STELLARIS 8 DIVE provides you with flexible multicolor imaging beyond 1 mm in depth. Thanks to 4Tune, a spectrally tunable non-descanned detector, you can define up to four detection bands simultaneously or an unlimited number when imaged sequentially anywhere in the emission spectrum. It gives you the flexibility to adapt to the combination of fluorophores you need. With STELLARIS 8 DIVE, you can perform multiphoton experiments with more than a billion possible fluorophore combinations, empowering you to study complex processes, such as neuronal connectivity, organ structure, dynamic interactions, or spatial relationships of cells and proteins in much more detail.

Study metastasis in live specimens using four or more colors to distinguish relevant proteins, hippocampal activity in awake mice, or the structure of fixed thick intestine sections with STELLARIS 8 DIVE!

The conventional dichroics are never optimal to distinguish all fluorophores, but with the spectral detectors, this is now possible and much easier, since we can really optimize for each fluorophore the wavelengths you want to detect.

Prof. Dr. Jacco van Rheenen. Netherlands Cancer Institute, Amsterdam (the Netherlands).

Live mouse brain cortex with neurons (GFP, in green) and microglia (YFP, in yellow) genetically tagged, astrocytes labeled with Sulforhodamine (in blue), and the blood vessel stained by injection of Alexa680-Dextran into the tail vein (in red). Whole stack is ~ 250 x 250 x 250 µm. Sample courtesy of LMF at DZNE Bonn, Germany.

DIVE with ease – the 4Tune detector

The 4Tune non-descanned detection system can be equipped with 2 to 4 detectors and is freely configurable with hybrid detectors (Power HyD NDD), photomultipliers (PMTs), or a mix of both. The emission light is separated by a combination of variable dichroics and bandpass filters. Freely tune your detection over the whole visible spectrum (380 – 800 nm)!

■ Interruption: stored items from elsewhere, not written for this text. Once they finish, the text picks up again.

import { METHOD_VERSION } from '../../../shared/assessment/assessLoopWeek'
import type { LoopWeekAssessment, MeasureKey } from '../../../shared/assessment/types'

const WEIGHT = { 1: 3, 2: 2, 3: 1 } as const
const MEASURES: MeasureKey[] = [
  'coverage', 'serviceFactor', 'saturationFraction', 'iaePerHour', 'iaePercentSpan', 'offset', 'standardDeviation', 'timeInTolerance', 'oscillationIndex', 'oscillationPeriod',
  'oscillationAmplitude', 'oscillationStrength', 'varianceRatio', 'varianceRatioLow', 'varianceRatioHigh', 'headroom', 'valveTravelPerDay', 'reversalsPerDay', 'compressionFactor',
]
const snake = (name: string) => name.replace(/[A-Z]/g, letter => `_${letter.toLowerCase()}`)

/** The columns of `loop_weeks` that an assessment fills; figures that the fleet table sorts by. */
export function loopWeekColumns(a: LoopWeekAssessment, { priority, version, weekStartMs }: { priority: 1 | 2 | 3, version: number, weekStartMs: number }): Record<string, unknown> {
  const finite = (value: number | null) => value !== null && Number.isFinite(value) ? value : null
  return {
    week_start: new Date(weekStartMs).toISOString(), method_version: a.methodVersion || METHOD_VERSION, loop_version: version,
    ribbon: a.ribbon, hours: JSON.stringify(a.hours), lost_hours: a.lostHours, weighted_lost_hours: a.lostHours * WEIGHT[priority],
    // how sure one is that one cannot tell is no figure
    verdict: a.verdict, confidence: a.verdict === 'cannotTell' ? null : finite(a.confidence),
    ...Object.fromEntries(MEASURES.map(key => [snake(key), finite(a.measures[key])])),
  }
}
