import { decodeBlocks } from '../../../db/blocks/decodeBlocks'
import { pooledFloats } from '../../../db/blocks/pool'
import type { TrendBlock } from '../../../db/blocks/types'
import { MODE_UNKNOWN, type LoopRecord } from '../../../shared/assessment/types'

/**
 * Blocks of one loop, in order of day, as one record of [fromMs, toMs). Its arrays are views of memory that the next
 * call in this thread uses again.
 * @param normalModes a mode given as a number says nothing unless the loop's set-up names that number; then it is unknown
 */
export function loopRecord(blocks: TrendBlock[], fromMs: number, toMs: number, normalModes: string[]): LoopRecord {
  const { t, pv, sp, op, mode, modeNames } = decodeBlocks(blocks, fromMs, toMs)
  const meaningless = modeNames.map(name => /^[\d.]+$/.test(name) && !normalModes.includes(name))
  if (mode && meaningless.includes(true)) for (let i = 0; i < mode.length; i++) if (meaningless[mode[i]]) mode[i] = MODE_UNKNOWN
  return alignSignals({ t, pv: pv ?? pooledFloats('record.none', t.length).subarray(0, t.length).fill(NaN), sp, op, mode, modeNames })
}

/**
 * Puts signals onto the times of PV where a historian reported them apart: by their own time stamps, or only when they
 * changed. The last value holds then. Signals that share PV's times are left as they are, gaps and all.
 */
function alignSignals(record: LoopRecord): LoopRecord {
  const { t, pv } = record
  const n = t.length
  const pvCount = countNumbers(pv)
  if (pvCount === 0) return record
  let apart = false
  const align = (x: Float64Array | Uint8Array, unknown: number, steps: boolean) => {
    const present = (v: number) => v === v && v !== unknown
    const { count, both } = x instanceof Float64Array ? countBeside(x, pv) : countKnownBeside(x, pv)
    if (count === 0 || count === n) return
    const interleaved = both < 0.5 * Math.min(count, pvCount)
    if (!interleaved && !(steps && count < 0.2 * pvCount)) return
    apart ||= interleaved
    // a set point or a mode holds until it changes; an output at most for a few of its own intervals
    const holdMs = steps ? Infinity : 5 * (t[n - 1] - t[0]) / count
    let last = -1
    for (let i = 0; i < n; i++) {
      if (present(x[i])) last = i
      else if (last >= 0 && t[i] - t[last] <= holdMs) x[i] = x[last]
    }
  }
  const { sp, op, mode } = record
  if (sp) align(sp, NaN, true)
  if (op) align(op, NaN, false)
  if (mode) align(mode, MODE_UNKNOWN, true)
  if (!apart) return record
  let k = 0
  for (let i = 0; i < n; i++) {
    if (pv[i] !== pv[i]) continue
    t[k] = t[i]
    pv[k] = pv[i]
    if (sp) sp[k] = sp[i]
    if (op) op[k] = op[i]
    if (mode) mode[k] = mode[i]
    k++
  }
  return { ...record, t: t.subarray(0, k), pv: pv.subarray(0, k), sp: sp?.subarray(0, k) ?? null, op: op?.subarray(0, k) ?? null, mode: mode?.subarray(0, k) ?? null }
}

// Apart for each kind of array: a loop that sees both kinds is several times slower.

function countNumbers(x: Float64Array): number {
  let count = 0
  for (let i = 0; i < x.length; i++) if (x[i] === x[i]) count++
  return count
}

function countBeside(x: Float64Array, pv: Float64Array): { count: number, both: number } {
  let count = 0
  let both = 0
  for (let i = 0; i < x.length; i++) {
    if (x[i] !== x[i]) continue
    count++
    if (pv[i] === pv[i]) both++
  }
  return { count, both }
}

function countKnownBeside(x: Uint8Array, pv: Float64Array): { count: number, both: number } {
  let count = 0
  let both = 0
  for (let i = 0; i < x.length; i++) {
    if (x[i] === MODE_UNKNOWN) continue
    count++
    if (pv[i] === pv[i]) both++
  }
  return { count, both }
}
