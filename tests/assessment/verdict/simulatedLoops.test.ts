import { describe, expect, it } from 'vitest'
import { runCase, type CaseResult } from '../../../scripts/simulatedCases'
import type { Cause } from '../../../shared/assessment/simulation/scenario'

// A small look at what `npm run accuracy` measures on a thousand loops. The truth is what the simulator built in, the seeds are neither
// those of the calibration nor those of the accuracy; seeds of the form 4k + 1 give short records.
const CAUSES: Cause[] = ['healthy', 'tightTuning', 'stickingValve', 'carriedIn', 'saturated', 'leftInManual', 'sensorOutOfRange', 'noiseDominated', 'tooSlow', 'compressed']
const results: CaseResult[] = CAUSES.flatMap(cause => (['flow', 'pressure', 'temperature'] as const).flatMap(type => runCase({ cause, type, seed: 3_000_001 }) ?? []))

describe('verdicts on simulated loops', () => {
  it('are right on at least 85 % of the loops', () => {
    const wrong = results.filter(r => r.verdict !== r.truth)
    expect(wrong.length / results.length, wrong.map(r => `${r.cause} on ${r.type}: ${r.verdict}`).join('; ')).toBeLessThanOrEqual(0.15)
  })
  it('accuse no sound valve', () => {
    expect(results.filter(r => r.verdict === 'huntingValve' && r.cause !== 'stickingValve' && r.hidden !== 'stickingValve')).toEqual([])
  })
  it('call no healthy loop unhealthy', () => {
    expect(results.filter(r => r.cause === 'healthy').every(r => r.verdict === 'steady' || r.verdict === 'cannotTell')).toBe(true)
  })
})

The 4Tune user interface allows you to optimize the emission setting for multiple transgenic markers by simple drag and drop. Due to its clear and intuitive design, operating it is easy and requires minimal training.

With the STELLARIS 8 DIVE, you are equipped for every existing and newly developed transgenic marker and future proved for new developments!

Top: 4Tune non-descanned detection system: 1) Variable Dichroic (VD). 2) Variable Bandpass (VB). 3) Power HyD NDD or PMT. Bottom: The intuitive 4Tune user interface allows easy setting of the detection windows for all colors from 380 up to 800 nm.

Explore new dimensions in depth

With the STELLARIS 8 DIVE, you can tune for the deepest insight and finest detail. All excitation beams can be optimally adjusted independently for any objective using the new Vario Beam Expander (VBE).

The VBE allows for optimized colocalization and the right balance of resolution and depth in line with your research question.

Mouse brain cortex, Thy1-eYFP. 20% improved penetration depth using Best Depth setting. IRAPO 25x1.0 W motCorr. Sample courtesy of Kevin Keppler, Light Microscope Facility, DZNE Bonn (Germany).

Optimize for depth and resolution with the Vario Beam Expander

The Leica Vario Beam Expander VBE combines tunable beam diameter and tunable divergence. This offers you maximum depth, best resolution and full color correction.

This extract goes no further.